[Data items]
-------

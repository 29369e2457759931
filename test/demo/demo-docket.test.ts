import { readdirSync, readFileSync } from 'node:fs';
import { describe, expect, it } from 'vitest';
import { measureBox } from '../../src/core/measure-box.ts';
import { buildDemoDocket, type MadeTarget, type SignalTruth } from './build-demo-docket.mjs';

const folder = new URL('../../public/demo/', import.meta.url);
const docket = buildDemoDocket();
const committed = (name: string) => new Uint8Array(readFileSync(new URL(name, folder)));
const text = (name: string) => readFileSync(new URL(name, folder), 'utf8');
const madeOf = (id: string) => docket.made.find(({ target }) => target.id === id)!;
const truthOf = (id: string) => docket.truths.targets.find(({ target }) => target === id)!;
const lightCurveNames = docket.truths.targets.map(({ file }) => file);

interface Manifest {
  readonly survey: string;
  readonly invented: boolean;
  readonly files: readonly { readonly name: string; readonly bytes: number }[];
  readonly documents: readonly string[];
}
const manifest: Manifest = JSON.parse(text('manifest.json'));

describe('the committed folder', () => {
  it('holds, byte for byte, what the program makes, and nothing else', () => {
    expect(readdirSync(folder).sort()).toEqual([...docket.files.keys()].sort());
    const different = [...docket.files].filter(([name, bytes]) => Buffer.compare(committed(name), bytes) !== 0);
    expect(different.map(([name]) => name)).toEqual([]);
  });

  it('is under 6 MB', () => {
    const bytes = [...docket.files.keys()].reduce((sum, name) => sum + committed(name).length, 0);
    expect(bytes).toBeLessThan(6e6);
  });

  it('is listed in the manifest with its sizes', () => {
    expect(manifest.files.map(({ name }) => name).sort()).toEqual([...lightCurveNames, 'stars.csv'].sort());
    for (const { name, bytes } of manifest.files) expect(committed(name).length, name).toBe(bytes);
    for (const name of manifest.documents) expect(committed(name).length, name).toBeGreaterThan(0);
  });

  it('says everywhere that it is invented', () => {
    expect(manifest.invented).toBe(true);
    expect(JSON.parse(text('truths.json')).invented).toBe(true);
    for (const name of docket.files.keys()) expect(text(name), name).toMatch(/invented/i);
  });

  it('numbers its targets SR-001 to SR-024, in truths and README alike', () => {
    const ids = Array.from({ length: 24 }, (_, i) => `SR-${String(i + 1).padStart(3, '0')}`);
    expect(docket.truths.targets.map(({ target }) => target)).toEqual(ids);
    for (const id of ids) expect(text('README.md')).toContain(`| ${id} |`);
  });
});

/** The cards before END of the header that starts at a byte, and where its data begin. */
function cardsAt(bytes: Uint8Array, start: number): { cards: string[]; dataStart: number } {
  const cards: string[] = [];
  for (let at = start; ; at += 80) {
    const card = new TextDecoder('ascii').decode(bytes.subarray(at, at + 80));
    if (card === 'END'.padEnd(80)) return { cards, dataStart: start + Math.ceil((at + 80 - start) / 2880) * 2880 };
    if (card.length < 80) throw new Error('The header has no END.');
    cards.push(card);
  }
}

const keysOf = (cards: readonly string[]) => cards.map((card) => card.slice(0, 8).trimEnd());
const cardNumber = (cards: readonly string[], key: string) =>
  Number(cards.find((card) => card.startsWith(`${key.padEnd(8)}= `))?.slice(10, 30));

describe.each(lightCurveNames.filter((name) => name.endsWith('.fits')))('%s', (name) => {
  const bytes = committed(name);
  const primary = cardsAt(bytes, 0);
  const table = cardsAt(bytes, primary.dataStart);

  it('is whole blocks, with the mandatory keywords first and in order', () => {
    // FITS 4.0 (2018): section 3.1 (blocks), 4.4.1.1 (primary header), 7.3.1 (binary table extension).
    expect(bytes.length % 2880).toBe(0);
    expect(keysOf(primary.cards).slice(0, 4)).toEqual(['SIMPLE', 'BITPIX', 'NAXIS', 'EXTEND']);
    const mandatory = ['XTENSION', 'BITPIX', 'NAXIS', 'NAXIS1', 'NAXIS2', 'PCOUNT', 'GCOUNT', 'TFIELDS'];
    expect(keysOf(table.cards).slice(0, 8)).toEqual(mandatory);
    expect(table.cards[0]).toMatch(/^XTENSION= 'BINTABLE'/);
  });

  it('has a form for every column, rows as wide as the forms, and data to its end', () => {
    const widths: Readonly<Record<string, number>> = { D: 8, E: 4, J: 4, I: 2 };
    const forms = table.cards.filter((card) => /^TFORM\d+ *= '1[DEJI]/.test(card)).map((card) => card[12]!);
    expect(forms).toHaveLength(cardNumber(table.cards, 'TFIELDS'));
    const rowBytes = forms.reduce((sum, form) => sum + widths[form]!, 0);
    expect(cardNumber(table.cards, 'NAXIS1')).toBe(rowBytes);
    const dataBytes = Math.ceil((rowBytes * cardNumber(table.cards, 'NAXIS2')) / 2880) * 2880;
    expect(table.dataStart + dataBytes).toBe(bytes.length);
  });

  it('holds the times it was made with, after JD 2459000', () => {
    const series = docket.made[lightCurveNames.indexOf(name)]!.series;
    const view = new DataView(bytes.buffer, bytes.byteOffset + table.dataStart);
    const unit = table.cards.some((card) => card.startsWith("TIMEUNIT= 's")) ? 86400 : 1;
    const last = series.time.length - 1;
    expect(cardNumber(table.cards, 'NAXIS2')).toBe(last + 1);
    expect(view.getFloat64(0) / unit).toBeCloseTo(series.time[0]!, 9);
    expect(view.getFloat64(last * cardNumber(table.cards, 'NAXIS1')) / unit).toBeCloseTo(series.time[last]!, 9);
    const whole = ['JDREFI', 'JDREFF', 'JDREF'].map((key) => cardNumber(table.cards, key) || 0);
    const modified = ['MJDREFI', 'MJDREFF'].map((key) => cardNumber(table.cards, key));
    const zeroJd = Number.isNaN(modified[0])
      ? whole[0]! + whole[1]! + whole[2]!
      : 2400000.5 + modified[0]! + modified[1]!;
    expect(zeroJd).toBe(2459000);
  });
});

/** The points that were measured and carry no flag. */
function goodPoints({ series }: MadeTarget): number[] {
  return [...series.time.keys()].filter((i) => series.quality[i] === 0);
}

const ephemerisOf = (signal: SignalTruth) => ({
  periodDays: signal.periodDays ?? 1e4,
  epochDays: signal.epochBjdMinus2459000,
  durationDays: signal.durationHours / 24,
});

const strictSignals = docket.truths.targets.flatMap(({ target, kind, signals }) =>
  kind === 'contact binary' || signals.some(({ what }) => what === 'losses of sensitivity')
    ? []
    : signals.map((signal) => [`${target} ${signal.what} of ${signal.periodDays ?? 'no'} d`, target, signal] as const),
);

describe.each(strictSignals)('%s', (_, id, signal) => {
  const made = madeOf(id);
  const good = goodPoints(made);
  const { series } = made;
  const pick = (value: (i: number) => number) => Float64Array.from(good, value);
  const times = pick((i) => series.time[i]!);
  const errors = pick((i) => series.error[i]! / series.level);

  /** Fluxes with the losses of the target's other signals left out of the measure: only what is in or out of all. */
  const box = (flux: (i: number) => number) => {
    const others = truthOf(id).signals.filter(({ epochBjdMinus2459000: epoch, periodDays }) => {
      return epoch !== signal.epochBjdMinus2459000 || periodDays !== signal.periodDays;
    });
    const kept = good.map((i) => !others.some((other) => isNear(series.time[i]!, other)));
    const keep = (values: Float64Array) => values.filter((__, n) => kept[n]);
    return measureBox(keep(times), keep(pick(flux)), keep(errors), ephemerisOf(signal))!;
  };

  it('loses the documented light at the documented ephemeris, without noise', () => {
    const depthPpm = 1e6 * box((i) => series.dips[i]!).depth;
    // Points fall where they fall within a dip: a few per cent for short and V-shaped ones.
    expect(Math.abs(depthPpm / signal.depthPpm - 1)).toBeLessThan(0.05);
  });

  it('loses it in the noise too, once the star and the drift are taken away', () => {
    const measured = box((i) => series.dips[i]! + series.corrected[i]! / series.level / flatten(i) - 1);
    expect(Math.abs(1e6 * measured.depth - signal.depthPpm)).toBeLessThan(
      4e6 * measured.depthError + 0.05 * signal.depthPpm,
    );
    expect(measured.eventCount).toBeGreaterThan(0);
    expect(measured.eventCount).toBeLessThanOrEqual(signal.eventsSeen);
  });

  /** The truth without the dips: what is left beside noise is a twentieth of the drift. */
  const flatten = (i: number) => series.variability[i]! * series.dips[i]!;
});

function isNear(
  time: number,
  { periodDays, epochBjdMinus2459000: epoch, durationHours, ...more }: SignalTruth,
): boolean {
  const reach = (0.55 * durationHours) / 24 + 0.02;
  if (more.timesBjdMinus2459000 !== undefined) return more.timesBjdMinus2459000.some((t) => Math.abs(t - time) < reach);
  const cycle = periodDays === undefined ? 0 : Math.round((time - epoch) / periodDays);
  return Math.abs(time - epoch - cycle * (periodDays ?? 0)) < reach;
}

describe('the scenario', () => {
  it('spans about 55 days in two segments, with pauses', () => {
    const { time } = madeOf('SR-014').series;
    const steps = [...time.slice(1)].map((t, i) => t - time[i]!);
    expect(time.at(-1)! - time[0]!).toBeCloseTo(54.7, 1);
    const gaps = steps.filter((step) => step > 1).map((gap) => Number(gap.toFixed(1)));
    expect(gaps).toEqual([1.5, 9.4, 1.5]);
  });

  it('moves the centroid with the dips of the neighbour, by share times loss times distance', () => {
    const made = madeOf('SR-015');
    const { series } = made;
    const primary = truthOf('SR-015').signals[0]!;
    const inside = goodPoints(made).filter((i) => series.dips[i]! < 1 - 0.7e-6 * primary.midDepthPpm);
    // Pointing wanders in days: each point is held against those a few hours from it.
    const outside = goodPoints(made).filter((i) => series.dips[i] === 1);
    const shift = inside.map((i) => {
      const near = outside.filter((j) => Math.abs(series.time[j]! - series.time[i]!) < 0.25);
      return series.centroidX[i]! - mean(near.map((j) => series.centroidX[j]!));
    });
    const loss = mean(inside.map((i) => 1 - series.dips[i]!));
    // 1.4 pixels times (1 - the neighbour's share of 0.031) times the loss; noise 0.0009 px a point.
    expect(mean(shift)).toBeCloseTo(-1.4 * loss * (1 - 0.031), 3);
    expect(Math.abs(mean(shift))).toBeGreaterThan((8 * 0.0009) / Math.sqrt(shift.length));
  });

  it('gives three targets dips at the same times', () => {
    const shared = docket.truths.targets.filter(({ signals }) => signals[0]?.what === 'dips of the instrument');
    expect(shared.map(({ target }) => target)).toEqual(['SR-009', 'SR-013', 'SR-020']);
    expect(new Set(shared.map(({ signals }) => String(signals[0]!.timesBjdMinus2459000))).size).toBe(1);
  });

  it('makes odd and even eclipses of the near-twins differ by a few per cent', () => {
    const [primary, secondary] = truthOf('SR-005').signals;
    expect(primary!.depthPpm / secondary!.depthPpm).toBeGreaterThan(1.02);
    expect(primary!.depthPpm / secondary!.depthPpm).toBeLessThan(1.04);
    expect((secondary!.epochBjdMinus2459000 - primary!.epochBjdMinus2459000) / primary!.periodDays!).toBeCloseTo(
      0.5,
      6,
    );
  });

  it('has noise of the documented size', () => {
    for (const made of docket.made) {
      const { series } = made;
      const rest = goodPoints(made).map(
        (i) => series.corrected[i]! / series.level / (series.dips[i]! * series.variability[i]!),
      );
      // Differences of neighbours see no drift; the median of their size is 0.6745 sqrt(2) sigma (normal law).
      const steps = rest
        .slice(1)
        .map((value, n) => Math.abs(value - rest[n]!))
        .sort((a, b) => a - b);
      const sigmaPpm = (1e6 * steps[steps.length >> 1]!) / (0.6745 * Math.SQRT2);
      expect(Math.abs(sigmaPpm / truthOf(made.target.id).noisePpm - 1), made.target.id).toBeLessThan(0.06);
    }
  });

  it('knows no star SR-016, and leaves some cells empty', () => {
    const rows = text('stars.csv').trimEnd().split('\n').slice(2);
    expect(rows).toHaveLength(23);
    expect(rows.some((row) => row.startsWith('SR-016'))).toBe(false);
    expect(rows.filter((row) => row.split(',').includes(''))).toHaveLength(4);
  });
});

function mean(values: readonly number[]): number {
  return values.reduce((sum, value) => sum + value, 0) / values.length;
}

-------

Try it: Respond with one number, the count of lines in the data that hold the string "gaps".

Answer box: 2